## What is expected:
Make an exact copy of the lines starting at the top of the listing below and ending at the line that contains "linearLeastSquares, type LinearFit", inclusive.

## Extracted data:
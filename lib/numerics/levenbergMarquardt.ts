// Nonlinear least squares by Levenberg and Marquardt, with a plain answer to the question whether it arrived.
// Every step, and the errors at the end, are a linear least-squares problem: one QR for the whole library.
import { checkNumber, InputError, positive } from "../door.js";
import { dot } from "./dot.js";
import { linearLeastSquares, type LinearFit } from "./linear.js";
import { checkList, checkSameLength, type NumberList } from "./lists.js";

/** A model y = f(b), the readings y and where to start looking for b. */
export interface NonlinearProblem {
  /** Stands before each error message: which model asked. */
  readonly where: string;
  /** The fitted value of every reading, in order; NaN where the parameters are not allowed. */
  readonly model: (parameters: readonly number[]) => NumberList;
  readonly response: NumberList;
  /** One finite number per parameter; its size also sets the step of the differences for a parameter at 0. */
  readonly start: NumberList;
  /** One weight above 0 per reading, proportional to 1/variance; equal weights unless given. */
  readonly weights?: NumberList;
  /** Derivatives of the fitted values, one row per reading; central differences unless given. */
  readonly jacobian?: (parameters: readonly number[]) => readonly NumberList[];
}

/** The fitted parameters and how well they are known; errors and leverages are those of the model made linear there. */
export interface NonlinearFit extends Omit<LinearFit, "coefficients"> {
  readonly parameters: readonly number[];
  /**
   * The step still left is below a ten-thousandth of every standard error or 1e-8 of the parameter itself, or the residuals
   * are down to rounding.
   */
  readonly converged: boolean;
  /** The largest undamped step still left, in standard errors of its parameter. */
  readonly remainingStep: number;
  /** Steps tried, the rejected ones included. */
  readonly iterations: number;
}

/**
 * Fits y = f(b) by minimising sum w (y - f(b))^2.
 *
 * - `response`: n finite numbers, at least one more than there are parameters.
 * - `start`: one number per parameter; the model must be finite there.
 *
 * Each step d solves the augmented system [J; sqrt(lambda) D] d = [r; 0] by QR, D the largest norm each column of J has
 * had so far. A step that does not lower the sum of squares is rejected and lambda grows; otherwise lambda shrinks with
 * the share of the predicted gain that came true. Derivatives are central differences with a step of 6e-6 of the
 * parameter. It stops when a step is below 1e-12 of the parameters, or after 1000 steps.
 *
 * Assumes errors of the response only, independent, with variance proportional to 1/w. It finds a minimum near its
 * start, not always the lowest: look at `converged` and at the residuals.
 * @throws InputError on lists of different lengths, too few readings, a model that is not finite at the start, or
 * parameters the readings do not tell apart.
 * @source D. W. Marquardt, J. SIAM 11 (1963) 431-441, doi 10.1137/0111030; scaling and augmented QR as J. J. Moré,
 * Lecture Notes in Mathematics 630 (1978) 105-116, doi 10.1007/BFb0067700; damping as H. B. Nielsen, report
 * IMM-REP-1999-05, Technical University of Denmark 1999 (all three from memory).
 * @example
 * ```ts
 * import { levenbergMarquardt } from "resinwright";
 * const fit = levenbergMarquardt({
 *   where: "decay",
 *   model: ([a, k]) => [0, 1, 2, 3].map((t) => a! * Math.exp(-k! * t)),
 *   response: [10, 6.1, 3.6, 2.3],
 *   start: [5, 1],
 * });
 * fit.parameters[1]; // → 0.4994
 * fit.converged; // → true
 * ```
 */
export function levenbergMarquardt(problem: NonlinearProblem): NonlinearFit {
  checkProblem(problem);
  const { where, response, weights } = problem;
  const jacobianAt = problem.jacobian ?? ((b: readonly number[]) => differences(problem, b));
  const rootWeights = Array.from(response, (_, i) => (weights === undefined ? 1 : Math.sqrt(weights[i]!)));
  let b = Array.from(problem.start);
  let state = residualsAt(problem, rootWeights, b);
  if (!Number.isFinite(state.sum)) {
    throw new InputError(
      `${where}: the model is not a finite number at the start (${b.join(", ")}); start elsewhere`,
    );
  }
  let J = weighted(jacobianAt(b), rootWeights);
  let scale = columnNorms(J);
  let lambda = 1e-3;
  let growth = 2;
  let iterations = 0;
  while (iterations < MOST_STEPS && state.sum > 0) {
    iterations++;
    const step = dampedStep(J, state.residuals, scale, lambda);
    const tried = b.map((value, j) => value + step[j]!);
    const small = norm(step, scale) <= 1e-12 * norm(b, scale);
    const next = residualsAt(problem, rootWeights, tried);
    const gain = (state.sum - next.sum) / predictedGain(J, state, step);
    if (next.sum < state.sum) {
      [b, state] = [tried, next];
      J = weighted(jacobianAt(b), rootWeights);
      scale = columnNorms(J).map((size, j) => Math.max(size, scale[j]!));
      lambda = Math.max(lambda * Math.max(1 / 3, 1 - (2 * gain - 1) ** 3), LEAST_DAMPING);
      growth = 2;
    } else {
      lambda *= growth;
      growth *= 2;
    }
    if (small || !Number.isFinite(lambda)) break;
  }
  return { ...statistics(problem, b, jacobianAt(b)), parameters: b, iterations };
}

const MOST_STEPS = 1000;
/** Below its square root the damping rows would vanish beside the others in the QR. */
const LEAST_DAMPING = 1e-20;

function checkProblem({ where, response, start, weights }: NonlinearProblem): void {
  checkList(where, "start", start);
  checkList(where, "response", response);
  if (response.length <= start.length) {
    throw new InputError(
      `${where}: ${response.length} readings for ${start.length} parameters; at least ${start.length + 1} readings must be given`,
    );
  }
  if (weights === undefined) return;
  checkList(where, "weights", weights, positive);
  checkSameLength(where, { response, weights });
}

interface State {
  /** sqrt(w) (y - f(b)). */
  readonly residuals: readonly number[];
  /** Infinity where the model is not finite, so that such a step is always rejected. */
  readonly sum: number;
}

function residualsAt(problem: NonlinearProblem, rootWeights: readonly number[], b: readonly number[]): State {
  const fitted = problem.model(b);
  checkSameLength(problem.where, { response: problem.response, model: fitted });
  const residuals = rootWeights.map((w, i) => w * (problem.response[i]! - fitted[i]!));
  const sum = residuals.reduce((total, r) => total + r * r, 0);
  return { residuals, sum: Number.isFinite(sum) ? sum : Infinity };
}

function differences({ where, model, start }: NonlinearProblem, b: readonly number[]): number[][] {
  const columns = b.map((value, j) => {
    const h = Math.cbrt(Number.EPSILON) * (Math.abs(value) || Math.abs(start[j]!) || 1);
    const at = (x: number): NumberList => model(b.map((other, k) => (k === j ? x : other)));
    const [above, below] = [at(value + h), at(value - h)];
    return Array.from(above, (y, i) =>
      checkNumber((y - below[i]!) / (value + h - (value - h)), {
        where,
        field: `the slope of fitted value ${i} with parameter ${j}`,
        advice: "keep the parameters away from where the model ends",
      }),
    );
  });
  return Array.from(columns[0]!, (_, i) => columns.map((column) => column[i]!));
}

const weighted = (rows: readonly NumberList[], rootWeights: readonly number[]): number[][] =>
  rows.map((row, i) => Array.from(row, (x) => x * rootWeights[i]!));

const columnNorms = (rows: readonly (readonly number[])[]): number[] =>
  rows[0]!.map((_, j) => Math.hypot(...rows.map((row) => row[j]!)));

function dampedStep(
  J: readonly (readonly number[])[],
  residuals: readonly number[],
  scale: readonly number[],
  lambda: number,
): readonly number[] {
  // A column of zeros takes no step, and no scale either: 1 keeps the system solvable.
  const damping = scale.map((size, j) =>
    scale.map((_, k) => (k === j ? Math.sqrt(lambda) * (size || 1) : 0)),
  );
  return linearLeastSquares({ design: [...J, ...damping], response: [...residuals, ...scale.map(() => 0)] })
    .coefficients;
}

/** How far the sum of squares of the linear model falls with the step: |r|^2 - |r - J d|^2. */
function predictedGain(
  J: readonly (readonly number[])[],
  { residuals, sum }: State,
  step: readonly number[],
): number {
  return sum - residuals.reduce((total, r, i) => total + (r - dot(J[i]!, step)) ** 2, 0);
}

/** The linear problem at the solution: its covariance is that of the parameters, its coefficients the step still left. */
function statistics(
  { where, response, weights, model }: NonlinearProblem,
  b: readonly number[],
  J: readonly NumberList[],
) {
  const fitted = model(b);
  const residuals = Array.from(response, (y, i) => y - fitted[i]!);
  const { coefficients, ...fit } = linearAt(where, {
    design: J,
    response: residuals,
    ...(weights && { weights }),
  });
  const left = coefficients.map((d, j) => ({
    d: Math.abs(d),
    u: fit.standardErrors[j]!,
    size: Math.abs(b[j]!),
  }));
  // Of exact readings only rounding is left, and steps within rounding mean nothing.
  const rounding = 1e-12 * Math.max(...Array.from(response, Math.abs));
  return {
    ...fit,
    residuals,
    converged:
      fit.residualStandardDeviation <= rounding ||
      left.every(({ d, u, size }) => d <= Math.max(1e-4 * u, 1e-8 * size)),
    remainingStep: Math.max(...left.map(({ d, u }) => (u > 0 ? d / u : 0))),
  };
}

function linearAt(where: string, problem: Parameters<typeof linearLeastSquares>[0]): LinearFit {
  try {
    return linearLeastSquares(problem);
  } catch (error) {
    if (!(error instanceof InputError)) throw error;
    throw new InputError(
      `${where}: the readings do not tell the parameters apart (${error.message}); fit fewer parameters or add readings`,
    );
  }
}

const norm = (values: readonly number[], scale: readonly number[]): number =>
  Math.hypot(...values.map((x, j) => x * scale[j]!));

## Output for this exercise:
filename lib/numerics/levenbergMarquardt.ts
// Nonlinear least squares by Levenberg and Marquardt, with a plain answer to the question whether it arrived.
// Every step, and the errors at the end, are a linear least-squares problem: one QR for the whole library.
import { checkNumber, InputError, positive } from "../door.js";
import { dot } from "./dot.js";
import { linearLeastSquares, type LinearFit } from "./linear.js";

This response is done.